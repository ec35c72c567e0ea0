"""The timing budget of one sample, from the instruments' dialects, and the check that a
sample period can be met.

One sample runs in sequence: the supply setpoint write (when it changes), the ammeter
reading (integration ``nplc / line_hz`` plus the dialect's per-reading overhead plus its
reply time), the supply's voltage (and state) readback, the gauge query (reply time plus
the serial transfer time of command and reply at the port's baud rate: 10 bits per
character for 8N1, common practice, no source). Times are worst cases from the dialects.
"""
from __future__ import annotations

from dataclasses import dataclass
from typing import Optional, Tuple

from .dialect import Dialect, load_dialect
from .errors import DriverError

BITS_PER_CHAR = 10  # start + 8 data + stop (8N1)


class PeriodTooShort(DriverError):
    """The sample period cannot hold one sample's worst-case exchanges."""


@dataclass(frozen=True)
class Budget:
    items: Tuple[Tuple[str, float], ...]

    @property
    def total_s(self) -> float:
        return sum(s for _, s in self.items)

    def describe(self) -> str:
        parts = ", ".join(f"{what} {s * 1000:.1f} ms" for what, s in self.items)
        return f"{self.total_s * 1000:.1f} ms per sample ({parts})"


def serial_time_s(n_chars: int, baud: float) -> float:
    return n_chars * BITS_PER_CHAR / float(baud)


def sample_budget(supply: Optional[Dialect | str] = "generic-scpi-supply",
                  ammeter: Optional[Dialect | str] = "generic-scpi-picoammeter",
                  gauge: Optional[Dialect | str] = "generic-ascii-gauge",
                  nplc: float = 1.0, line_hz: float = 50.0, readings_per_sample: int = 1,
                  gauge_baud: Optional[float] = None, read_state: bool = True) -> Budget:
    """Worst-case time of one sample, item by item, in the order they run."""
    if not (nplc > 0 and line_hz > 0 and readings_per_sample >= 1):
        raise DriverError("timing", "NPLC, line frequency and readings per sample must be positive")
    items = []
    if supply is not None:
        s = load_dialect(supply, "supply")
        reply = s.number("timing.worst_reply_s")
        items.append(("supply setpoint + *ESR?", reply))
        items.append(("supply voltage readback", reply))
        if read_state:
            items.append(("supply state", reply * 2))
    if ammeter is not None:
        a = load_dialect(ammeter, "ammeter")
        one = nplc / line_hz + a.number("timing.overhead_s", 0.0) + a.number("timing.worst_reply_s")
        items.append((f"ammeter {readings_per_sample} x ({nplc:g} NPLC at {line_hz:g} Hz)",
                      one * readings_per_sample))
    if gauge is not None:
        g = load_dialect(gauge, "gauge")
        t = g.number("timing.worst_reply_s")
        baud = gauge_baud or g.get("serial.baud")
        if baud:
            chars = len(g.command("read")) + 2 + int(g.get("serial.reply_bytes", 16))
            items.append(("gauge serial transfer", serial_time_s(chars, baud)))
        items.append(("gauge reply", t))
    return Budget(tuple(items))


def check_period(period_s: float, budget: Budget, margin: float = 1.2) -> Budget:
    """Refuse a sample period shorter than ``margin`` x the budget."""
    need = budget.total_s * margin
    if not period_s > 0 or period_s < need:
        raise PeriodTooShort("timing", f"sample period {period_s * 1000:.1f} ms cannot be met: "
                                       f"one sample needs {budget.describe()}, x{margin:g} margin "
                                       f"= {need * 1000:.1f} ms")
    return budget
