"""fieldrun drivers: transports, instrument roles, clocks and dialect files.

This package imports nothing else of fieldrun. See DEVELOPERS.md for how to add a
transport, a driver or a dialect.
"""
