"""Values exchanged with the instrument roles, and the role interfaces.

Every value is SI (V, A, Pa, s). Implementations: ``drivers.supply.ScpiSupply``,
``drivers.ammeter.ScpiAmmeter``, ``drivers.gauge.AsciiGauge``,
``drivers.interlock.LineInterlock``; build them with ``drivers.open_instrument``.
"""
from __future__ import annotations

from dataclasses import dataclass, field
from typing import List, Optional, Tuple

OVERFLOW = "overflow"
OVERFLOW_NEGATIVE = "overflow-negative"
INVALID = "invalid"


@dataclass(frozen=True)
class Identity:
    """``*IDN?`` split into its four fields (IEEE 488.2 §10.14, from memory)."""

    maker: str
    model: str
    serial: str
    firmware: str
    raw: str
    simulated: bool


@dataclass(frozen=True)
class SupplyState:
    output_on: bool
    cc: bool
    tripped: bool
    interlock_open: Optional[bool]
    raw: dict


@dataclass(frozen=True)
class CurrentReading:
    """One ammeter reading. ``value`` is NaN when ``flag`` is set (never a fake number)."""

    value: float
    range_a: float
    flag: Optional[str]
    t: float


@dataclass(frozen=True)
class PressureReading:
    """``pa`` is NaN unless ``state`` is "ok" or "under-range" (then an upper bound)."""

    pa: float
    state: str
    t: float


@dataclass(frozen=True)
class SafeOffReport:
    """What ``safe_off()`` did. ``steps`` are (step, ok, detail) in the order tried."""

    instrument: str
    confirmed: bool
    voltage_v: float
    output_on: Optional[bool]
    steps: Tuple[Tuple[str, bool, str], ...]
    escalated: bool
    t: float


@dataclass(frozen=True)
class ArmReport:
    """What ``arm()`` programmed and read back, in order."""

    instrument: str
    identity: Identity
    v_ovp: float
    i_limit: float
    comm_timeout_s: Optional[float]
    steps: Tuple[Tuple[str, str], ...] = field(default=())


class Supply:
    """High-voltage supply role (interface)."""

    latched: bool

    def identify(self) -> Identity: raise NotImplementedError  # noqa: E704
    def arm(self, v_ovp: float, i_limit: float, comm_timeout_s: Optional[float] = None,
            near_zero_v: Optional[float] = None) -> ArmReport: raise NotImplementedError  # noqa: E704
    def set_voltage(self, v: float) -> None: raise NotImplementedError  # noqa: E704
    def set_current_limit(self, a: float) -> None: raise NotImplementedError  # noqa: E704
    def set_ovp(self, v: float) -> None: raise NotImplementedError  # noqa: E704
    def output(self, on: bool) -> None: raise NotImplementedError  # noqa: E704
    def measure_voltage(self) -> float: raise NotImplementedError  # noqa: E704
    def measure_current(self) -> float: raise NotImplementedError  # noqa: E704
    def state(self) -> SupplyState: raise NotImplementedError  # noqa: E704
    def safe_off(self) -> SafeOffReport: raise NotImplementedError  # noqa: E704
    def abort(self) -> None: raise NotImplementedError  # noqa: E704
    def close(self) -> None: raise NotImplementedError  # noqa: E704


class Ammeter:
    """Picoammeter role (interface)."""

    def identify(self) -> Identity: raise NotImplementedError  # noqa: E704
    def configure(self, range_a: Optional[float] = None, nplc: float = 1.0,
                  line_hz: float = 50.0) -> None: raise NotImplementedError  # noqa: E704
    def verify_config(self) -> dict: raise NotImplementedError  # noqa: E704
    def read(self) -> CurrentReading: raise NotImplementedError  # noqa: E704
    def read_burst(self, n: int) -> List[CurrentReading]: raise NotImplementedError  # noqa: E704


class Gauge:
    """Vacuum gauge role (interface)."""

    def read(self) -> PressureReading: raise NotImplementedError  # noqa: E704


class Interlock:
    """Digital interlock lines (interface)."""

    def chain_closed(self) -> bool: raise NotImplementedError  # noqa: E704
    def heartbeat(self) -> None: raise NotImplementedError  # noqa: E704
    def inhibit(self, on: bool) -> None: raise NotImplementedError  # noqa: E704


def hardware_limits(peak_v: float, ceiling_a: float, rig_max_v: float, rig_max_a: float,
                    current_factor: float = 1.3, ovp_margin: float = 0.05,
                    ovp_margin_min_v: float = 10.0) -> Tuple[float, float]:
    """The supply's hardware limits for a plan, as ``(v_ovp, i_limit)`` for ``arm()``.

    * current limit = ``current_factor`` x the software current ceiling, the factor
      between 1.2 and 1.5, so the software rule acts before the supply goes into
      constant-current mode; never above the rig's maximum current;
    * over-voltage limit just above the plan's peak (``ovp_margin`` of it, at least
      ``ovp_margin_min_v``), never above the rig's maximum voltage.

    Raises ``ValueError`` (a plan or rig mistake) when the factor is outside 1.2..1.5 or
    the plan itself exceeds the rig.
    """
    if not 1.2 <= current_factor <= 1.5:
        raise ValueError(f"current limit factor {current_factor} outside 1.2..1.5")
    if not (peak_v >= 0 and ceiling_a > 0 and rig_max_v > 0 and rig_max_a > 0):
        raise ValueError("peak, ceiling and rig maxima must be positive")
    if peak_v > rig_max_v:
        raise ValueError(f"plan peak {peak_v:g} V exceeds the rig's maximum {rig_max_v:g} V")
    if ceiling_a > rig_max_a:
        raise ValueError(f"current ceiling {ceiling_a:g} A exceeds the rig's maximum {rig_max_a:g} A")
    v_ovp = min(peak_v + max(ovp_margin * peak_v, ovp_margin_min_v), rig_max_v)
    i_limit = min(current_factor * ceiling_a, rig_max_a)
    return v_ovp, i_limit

+ + + + + + +

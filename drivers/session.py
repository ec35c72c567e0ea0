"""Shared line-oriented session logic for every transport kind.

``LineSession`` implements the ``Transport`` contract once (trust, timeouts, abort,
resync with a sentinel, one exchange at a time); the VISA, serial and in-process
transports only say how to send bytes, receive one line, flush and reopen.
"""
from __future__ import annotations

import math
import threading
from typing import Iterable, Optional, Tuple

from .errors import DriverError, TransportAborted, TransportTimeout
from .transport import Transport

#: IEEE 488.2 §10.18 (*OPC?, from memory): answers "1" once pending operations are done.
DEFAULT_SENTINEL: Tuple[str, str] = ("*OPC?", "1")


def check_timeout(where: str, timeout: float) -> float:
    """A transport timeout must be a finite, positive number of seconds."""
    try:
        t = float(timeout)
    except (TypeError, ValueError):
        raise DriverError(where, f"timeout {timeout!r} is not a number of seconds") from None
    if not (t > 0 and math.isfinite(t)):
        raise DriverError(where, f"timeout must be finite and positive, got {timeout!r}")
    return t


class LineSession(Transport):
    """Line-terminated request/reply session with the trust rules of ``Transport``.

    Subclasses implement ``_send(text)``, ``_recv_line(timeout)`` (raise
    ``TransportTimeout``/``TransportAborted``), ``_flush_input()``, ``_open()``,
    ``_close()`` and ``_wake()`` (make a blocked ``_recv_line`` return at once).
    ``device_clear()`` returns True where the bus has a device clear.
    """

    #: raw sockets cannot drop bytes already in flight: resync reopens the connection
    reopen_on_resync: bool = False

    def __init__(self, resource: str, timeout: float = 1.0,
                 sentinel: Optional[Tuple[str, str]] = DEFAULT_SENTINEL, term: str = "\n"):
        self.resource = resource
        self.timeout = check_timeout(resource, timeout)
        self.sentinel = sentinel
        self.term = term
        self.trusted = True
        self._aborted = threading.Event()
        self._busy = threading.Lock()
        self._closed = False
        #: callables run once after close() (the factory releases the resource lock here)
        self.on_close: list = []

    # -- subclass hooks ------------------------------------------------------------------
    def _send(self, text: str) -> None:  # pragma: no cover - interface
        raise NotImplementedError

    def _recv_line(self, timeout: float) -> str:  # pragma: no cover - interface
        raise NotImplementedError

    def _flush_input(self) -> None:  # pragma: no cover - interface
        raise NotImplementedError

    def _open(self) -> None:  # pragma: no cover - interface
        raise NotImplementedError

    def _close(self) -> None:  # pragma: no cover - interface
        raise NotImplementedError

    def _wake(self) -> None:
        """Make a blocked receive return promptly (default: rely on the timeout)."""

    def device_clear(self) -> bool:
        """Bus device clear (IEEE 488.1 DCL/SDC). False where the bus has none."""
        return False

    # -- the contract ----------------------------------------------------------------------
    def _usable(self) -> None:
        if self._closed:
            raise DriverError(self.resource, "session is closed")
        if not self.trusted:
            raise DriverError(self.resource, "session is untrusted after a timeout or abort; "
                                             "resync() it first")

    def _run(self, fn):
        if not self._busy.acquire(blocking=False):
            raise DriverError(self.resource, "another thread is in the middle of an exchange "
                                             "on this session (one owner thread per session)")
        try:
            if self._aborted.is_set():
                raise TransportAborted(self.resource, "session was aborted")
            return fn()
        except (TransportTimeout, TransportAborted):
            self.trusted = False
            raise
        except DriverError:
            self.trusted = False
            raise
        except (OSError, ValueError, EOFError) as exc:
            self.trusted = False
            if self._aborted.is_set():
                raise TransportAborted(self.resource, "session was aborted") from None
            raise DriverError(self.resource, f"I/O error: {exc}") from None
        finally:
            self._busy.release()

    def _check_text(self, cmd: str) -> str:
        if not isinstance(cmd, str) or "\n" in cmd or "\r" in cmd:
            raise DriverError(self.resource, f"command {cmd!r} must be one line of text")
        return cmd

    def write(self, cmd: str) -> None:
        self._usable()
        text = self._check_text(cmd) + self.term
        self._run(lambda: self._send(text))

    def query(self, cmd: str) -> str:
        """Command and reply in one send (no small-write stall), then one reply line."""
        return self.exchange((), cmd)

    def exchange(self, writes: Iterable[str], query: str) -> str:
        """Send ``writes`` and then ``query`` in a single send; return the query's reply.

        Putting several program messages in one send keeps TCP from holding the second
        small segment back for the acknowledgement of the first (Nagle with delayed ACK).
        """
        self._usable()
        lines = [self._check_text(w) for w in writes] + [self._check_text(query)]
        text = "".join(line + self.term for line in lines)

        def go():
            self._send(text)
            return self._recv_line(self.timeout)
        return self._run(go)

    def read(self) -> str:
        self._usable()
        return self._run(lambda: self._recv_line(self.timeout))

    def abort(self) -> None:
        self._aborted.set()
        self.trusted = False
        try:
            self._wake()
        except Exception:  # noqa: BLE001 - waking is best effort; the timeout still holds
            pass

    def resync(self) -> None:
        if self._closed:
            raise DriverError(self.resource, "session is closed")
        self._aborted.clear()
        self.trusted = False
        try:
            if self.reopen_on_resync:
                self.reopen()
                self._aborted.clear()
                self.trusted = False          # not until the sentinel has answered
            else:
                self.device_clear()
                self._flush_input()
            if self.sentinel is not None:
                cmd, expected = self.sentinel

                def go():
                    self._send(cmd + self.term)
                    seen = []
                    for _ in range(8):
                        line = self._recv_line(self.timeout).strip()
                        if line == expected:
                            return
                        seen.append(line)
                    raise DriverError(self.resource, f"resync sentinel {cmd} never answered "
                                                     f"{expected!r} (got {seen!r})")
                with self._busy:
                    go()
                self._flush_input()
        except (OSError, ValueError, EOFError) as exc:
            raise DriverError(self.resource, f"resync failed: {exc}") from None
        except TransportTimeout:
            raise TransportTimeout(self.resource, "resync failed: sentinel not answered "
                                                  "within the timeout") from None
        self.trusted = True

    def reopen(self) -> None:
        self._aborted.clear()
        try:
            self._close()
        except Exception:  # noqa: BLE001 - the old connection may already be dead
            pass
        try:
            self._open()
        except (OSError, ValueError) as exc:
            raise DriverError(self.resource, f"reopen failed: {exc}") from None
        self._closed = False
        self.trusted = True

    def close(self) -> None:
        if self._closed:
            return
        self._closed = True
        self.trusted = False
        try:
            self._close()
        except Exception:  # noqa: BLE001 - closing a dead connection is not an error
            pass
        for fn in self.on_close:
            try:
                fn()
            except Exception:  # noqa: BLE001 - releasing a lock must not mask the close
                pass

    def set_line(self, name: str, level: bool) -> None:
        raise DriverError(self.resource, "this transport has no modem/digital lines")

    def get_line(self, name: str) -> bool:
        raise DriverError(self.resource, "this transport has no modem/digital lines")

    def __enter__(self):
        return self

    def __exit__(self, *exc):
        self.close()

+ + + + + + +

WHAT YOU ARE ASKED TO DO —
Report every line containing the word "join" from the listing above.

TASK OUTPUT —
        parts = ", ".join(f"{what} {s * 1000:.1f} ms" for what, s in self.items)
        text = "".join(line + self.term for line in lines)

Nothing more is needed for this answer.